Nonhomologous End Joining (NHEJ)

Answer 27

Some DSBs are created by ionizing radiation or by oxidative free radicals during metabolism. But many are created during S phase of the cell cycle, when a replication fork encounters a nick. NHEJ can repair a double strand break (DSB) any time during the cell cycle and does not require homologyat the ‘broken ends’, but a few nucleotides of terminal homology are often utilized. NHEJ is imprecise and can be responsible for structural changes in the chromosomes of some
cancer cells, such as translocations, inversions, and deletions.

Question 28

Homologous Recombination (HR)

Answer 28

HR is mechanism for repairing DSBs
that is more precise than NHEJ. HR is highly active during late S and G2 of the cell cycle.
These are phases when sister chromatids in mitosis, and sisters and homologues in meiosis can serve as homology donors because of their close proximity.

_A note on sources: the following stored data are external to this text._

using GeoCulvert.Design.Basis;
using GeoCulvert.Design.Study;
using GeoCulvert.Design.Terrain;
using NetTopologySuite.Geometries;

namespace GeoCulvert.Report.Tests;

/// <summary>
/// An invented place with invented names and figures, built in memory, for looking at the page and testing how it prints; no figure
/// here is a result of the program or of nature.
/// </summary>
internal static class InventedStudy
{
    private const double West = 512_000;
    private const double North = 4_803_000;
    private const double Cell = 10;
    private const int Columns = 620;
    private const int Rows = 470;

    private static readonly Lazy<Grid<float>> Land = new(Relief);

    private static readonly FindingCode Edge = new("edge-contact", Severity.Warning, "The watershed touches the edge.", "Get terrain beyond the edge, or give the area.");
    private static readonly FindingCode NoFit = new("no-size-fits", Severity.Error, "No size fits.", "Raise the road, allow more headwater or give another shape.");
    private static readonly FindingCode Assumed = new("tailwater-assumed", Severity.Note, "The tailwater is assumed.", "Survey the channel below the outlet.");
    private static readonly FindingCode Datum = new("datum-unstated", Severity.Warning, "A vertical datum is not stated.", "Say the vertical datum of the terrain and of the road profile.");

    private static readonly (string Id, double X, string Status, string Culvert, double SpanM, int Barrels, double AreaM2, double FlowM3PerS, FindingCode[] Findings)[] Invented =
    [
        ("K-01", 560, "sized", "1 x 0.60 m circle, concrete", 0.6, 1, 92_300, 0.4126, []),
        ("K-02", 1310, "sized", "1 x 1.20 m circle, concrete", 1.2, 1, 431_800, 2.2871, [Assumed]),
        ("K-03", 2240, "sized", "2 x 1.50 m circle, concrete", 1.5, 2, 1_512_400, 7.9342, [Edge, Assumed]),
        ("K-04", 3050, "no size fits", "", double.NaN, 0, 5_204_800, 31.2468, [NoFit, Edge]),
        ("K-05", 3880, "sized", "1 x 0.90 m circle, concrete", 0.9, 1, 238_100, 1.1094, []),
        ("K-06", 4660, "rated", "1 x 1.80 m x 1.20 m box, concrete", 1.8, 1, 804_500, 4.3217, [Assumed]),
        ("K-07", 5510, "sized", "1 x 0.75 m circle, concrete", 0.75, 1, 151_000, 0.7315, []),
    ];

    /// <summary>The study; a name replaces the study's and the first crossing's texts, to try hostile ones.</summary>
    public static StudyReport Make(UnitSystem units = UnitSystem.Si, string? name = null, int copies = 1)
    {
        var items = Enumerable.Range(0, copies).SelectMany(copy => Invented.Select((c, i) => Item(c, i, copy, copies, i == 0 && copy == 0 ? name : null))).ToList();
        return new StudyReport
        {
            StudyName = name ?? "Larkmoor bypass (invented)",
            Units = units,
            CrsName = "EPSG:26912 (invented place)",
            Version = "0.1.0",
            RunDate = "2026-01-31",
            Relief = Land.Value,
            Layers = [.. Layers(items, units, name)],
            Sheets = [.. items.Select(Sheet)],
            Findings = [.. items.SelectMany(i => i.Findings), Datum.With("The terrain states no vertical datum; the road profile is taken to share it.")],
            Inputs = [new(name ?? "larkmoor.tif", "terrain", 2_104_332, new string('a', 64), "EPSG:26912"), new("bypass.geojson", "road", 4_096, new string('b', 64), "EPSG:4326")],
            Settings = [("terrain.stream_area", name ?? "10 ha"), ("flow.design_return_period", "25")],
        };
    }

    private static double Ground(double x, double y)
    {
        var valley = 0.0;
        foreach (var c in Invented) valley += 22 * Math.Exp(-Math.Pow((x - c.X - (120 * Math.Sin(y / 600))) / 190, 2)) * Math.Clamp(y / 1500, 0.3, 1.2);
        return 1410 + (y * 0.085) + (14 * Math.Sin((x / 310) + (y / 700))) + (6 * Math.Sin((x / 90) - (y / 130))) + (3 * Math.Sin(x / 37) * Math.Cos(y / 41)) - valley;
    }

    private static Grid<float> Relief()
    {
        var grid = new Grid<float>(new GridFrame(Columns, Rows, West, North, Cell, Cell));
        for (var r = 0; r < Rows; r++)
        {
            for (var c = 0; c < Columns; c++)
                grid[r, c] = c < 40 && r < 60 - c ? float.NaN : (float)Ground((c + 0.5) * Cell, (Rows - r - 0.5) * Cell);
        }
        return grid;
    }

    private static double RoadY(double x) => 900 + (160 * Math.Sin(x / 900));

    private static Coordinate Place(double x, double y) => new(West + x, North - (Rows * Cell) + y);

    private static Coordinate StreamAt(double x, double y) => Place(x + (120 * Math.Sin(y / 600)) - (120 * Math.Sin(RoadY(x) / 600)), y);

    private static InventedCrossing Item(
        (string Id, double X, string Status, string Culvert, double SpanM, int Barrels, double AreaM2, double FlowM3PerS, FindingCode[] Findings) c, int i, int copy, int copies, string? name)
    {
        var x = c.X + (copies > 1 ? (copy * 620.0 / copies) - 310 : 0);
        var (y, top) = (RoadY(x), RoadY(x) + (2.4 * Math.Sqrt(c.AreaM2)));
        var outline = new List<Coordinate>();
        for (var k = 0; k <= 240; k++)
        {
            var t = k / 240.0 * 2 * Math.PI;
            var (up, across) = ((1 - Math.Cos(t)) / 2, Math.Sin(t));
            var at = StreamAt(x, y + ((top - y) * up));
            outline.Add(new Coordinate(at.X + (across * (0.36 * Math.Sqrt(c.AreaM2)) * (1 + (0.12 * Math.Sin((9 * t) + i)))), at.Y));
        }
        outline[^1] = outline[0];
        var line = Enumerable.Range(0, 80).Select(k => StreamAt(x, top - 30 - ((top - 30 - y) * k / 79))).ToArray();
        var id = name ?? (copy == 0 ? c.Id : $"{c.Id}-{copy}");
        return new InventedCrossing(
            id, name ?? "Larkmoor bypass", x, Place(x, y), c.Status, c.Culvert, c.SpanM, c.Barrels, c.AreaM2, c.FlowM3PerS,
            GeometryFactory.Default.CreatePolygon([.. outline]), GeometryFactory.Default.CreateLineString(line),
            [.. c.Findings.Select(f => f.With(f == Edge ? "0.12 of the outline touches the edge of the terrain; the area is too small by an unknown share." : f == NoFit ? "Of 84 options none keeps the headwater below the limit at 31.2 m3/s." : name ?? "Normal depth in a channel cut from the terrain: 0.41 m.").At(id))]);
    }

    private static IEnumerable<ResultLayer> Layers(List<InventedCrossing> items, UnitSystem units, string? name)
    {
        LayerColumn<InventedCrossing> Id() => new("crossing_id", QuantityKind.None, FieldType.Text, "Crossing", "Id of the crossing.", i => i.Id);
        LayerColumn<InventedCrossing> Column(string field, QuantityKind kind, Func<InventedCrossing, object?> value) =>
            new(field, kind, kind == QuantityKind.None ? FieldType.Text : FieldType.Real, field, field + ".", value);
        yield return new LayerDefinition<InventedCrossing>("crossings", "Crossings", "A crossing.", LayerGeometry.Point, i => new Point(i.At),
        [
            Id(), Column("road", QuantityKind.None, i => i.Road), Column("station", QuantityKind.Length, i => i.X), Column("status", QuantityKind.None, i => i.Status),
            Column("watershed_area", QuantityKind.Area, i => i.AreaM2), Column("design_return_period", QuantityKind.Years, _ => 25.0), Column("design_flow", QuantityKind.Flow, i => i.FlowM3PerS),
            Column("check_flow", QuantityKind.Flow, i => 1.42 * i.FlowM3PerS), Column("culvert", QuantityKind.None, i => i.Culvert),
            Column("shape", QuantityKind.None, i => i.Barrels == 0 ? null : i.Culvert.Contains("box", StringComparison.Ordinal) ? "box" : "circle"),
            Column("span", QuantityKind.Length, i => i.SpanM), Column("rise", QuantityKind.Length, i => i.RiseM), Column("barrels", QuantityKind.None, i => i.Barrels == 0 ? null : (long)i.Barrels),
            Column("length", QuantityKind.Length, i => i.LengthM), Column("inlet_elevation", QuantityKind.Length, i => i.InletM), Column("outlet_elevation", QuantityKind.Length, i => i.OutletM),
            Column("control", QuantityKind.None, i => i.Barrels == 0 ? "" : i.X < 3000 ? "inlet" : "outlet"), Column("headwater_elevation", QuantityKind.Length, i => i.HeadwaterM),
            Column("headwater_limit_elevation", QuantityKind.Length, i => i.LimitM), Column("hw_over_d", QuantityKind.None, i => (i.HeadwaterM - i.InletM) / i.RiseM),
            Column("outlet_velocity", QuantityKind.Velocity, i => i.Barrels == 0 ? double.NaN : 2.0 + (i.X / 4321)),
        ]).Build(items, units);
        yield return new LayerDefinition<InventedCrossing>("local_watersheds", "Local watersheds", "Land between crossings.", LayerGeometry.Polygon, i => i.Watershed, [Id()]).Build(items, units);
        yield return new LayerDefinition<InventedCrossing>("watersheds", "Watersheds", "Land above a crossing.", LayerGeometry.Polygon, i => i.Watershed, [Id()]).Build(items, units);
        yield return new LayerDefinition<InventedCrossing>("flow_paths", "Flow paths", "Longest flow path.", LayerGeometry.Line, i => i.FlowPath, [Id()]).Build(items, units);
        yield return new LayerDefinition<InventedCrossing>("culverts", "Culverts", "Barrels.", LayerGeometry.Line, i => i.Barrels == 0 ? null : new LineString([new(i.At.X, i.At.Y + 12), new(i.At.X, i.At.Y - 12)]), [Id()]).Build(items, units);
        yield return new LayerDefinition<InventedCrossing>("streams", "Streams", "A stream.", LayerGeometry.Line, i => Stream(i), [Column("drainage_area", QuantityKind.Area, i => i.AreaM2)]).Build(items, units);
        var road = new LineString([.. Enumerable.Range(0, 300).Select(k => Place(150 + (k * 19.5), RoadY(150 + (k * 19.5))))]);
        yield return new LayerDefinition<LineString>("roads", "Roads", "A road.", LayerGeometry.Line, r => r, [new("road", QuantityKind.None, FieldType.Text, "Road", "Name.", _ => name ?? "Larkmoor bypass")]).Build([road], units);
    }

    private static LineString Stream(InventedCrossing i) =>
        new([.. i.FlowPath.Coordinates.Skip(16), .. Enumerable.Range(1, 20).Select(k => StreamAt(i.X, RoadY(i.X) * (1 - (k / 20.0))))]);

    private static CrossingSheet Sheet(InventedCrossing i) => InventedSheet.Make(i, [.. i.FlowPath.Coordinates.Select((c, k) => (k * i.FlowPath.Length / 79, Ground(c.X - West, c.Y - North + (Rows * Cell))))]);
}

/// <summary>An invented crossing.</summary>
internal sealed record InventedCrossing(
    string Id, string Road, double X, Coordinate At, string Status, string Culvert, double SpanM, int Barrels, double AreaM2, double FlowM3PerS,
    Polygon Watershed, LineString FlowPath, IReadOnlyList<Finding> Findings)
{
    public double RiseM => Culvert.Contains("box", StringComparison.Ordinal) ? 1.2 : SpanM;

    public double LengthM => Barrels == 0 ? double.NaN : 24.5;

    public double InletM => Barrels == 0 ? double.NaN : 1432.117 + (X / 777);

    public double OutletM => InletM - 0.437;

    public double HeadwaterM => InletM + (1.18 * RiseM);

    public double LimitM => Barrels == 0 ? 1440.5 : InletM + (1.5 * RiseM);
}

HR involves regions of DNA homology that are typically >25 base pairs and usually hundreds to thousands of base pairs in length.

Question 29

Fanconi Anemia

Answer 29

Fanconi anemia is primarily an autosomal recessive disorder that is caused by mutations in any of a set of 15 genes involved in DNA repair.
Cells from patients are hypersensitive to DNA cross-linking agents and develop chromosomal aberrations including breakage. Patients show developmental abnormalities in major organ systems, upper limb malformations, early-onset bone marrow failure, and a high predisposition to cancer.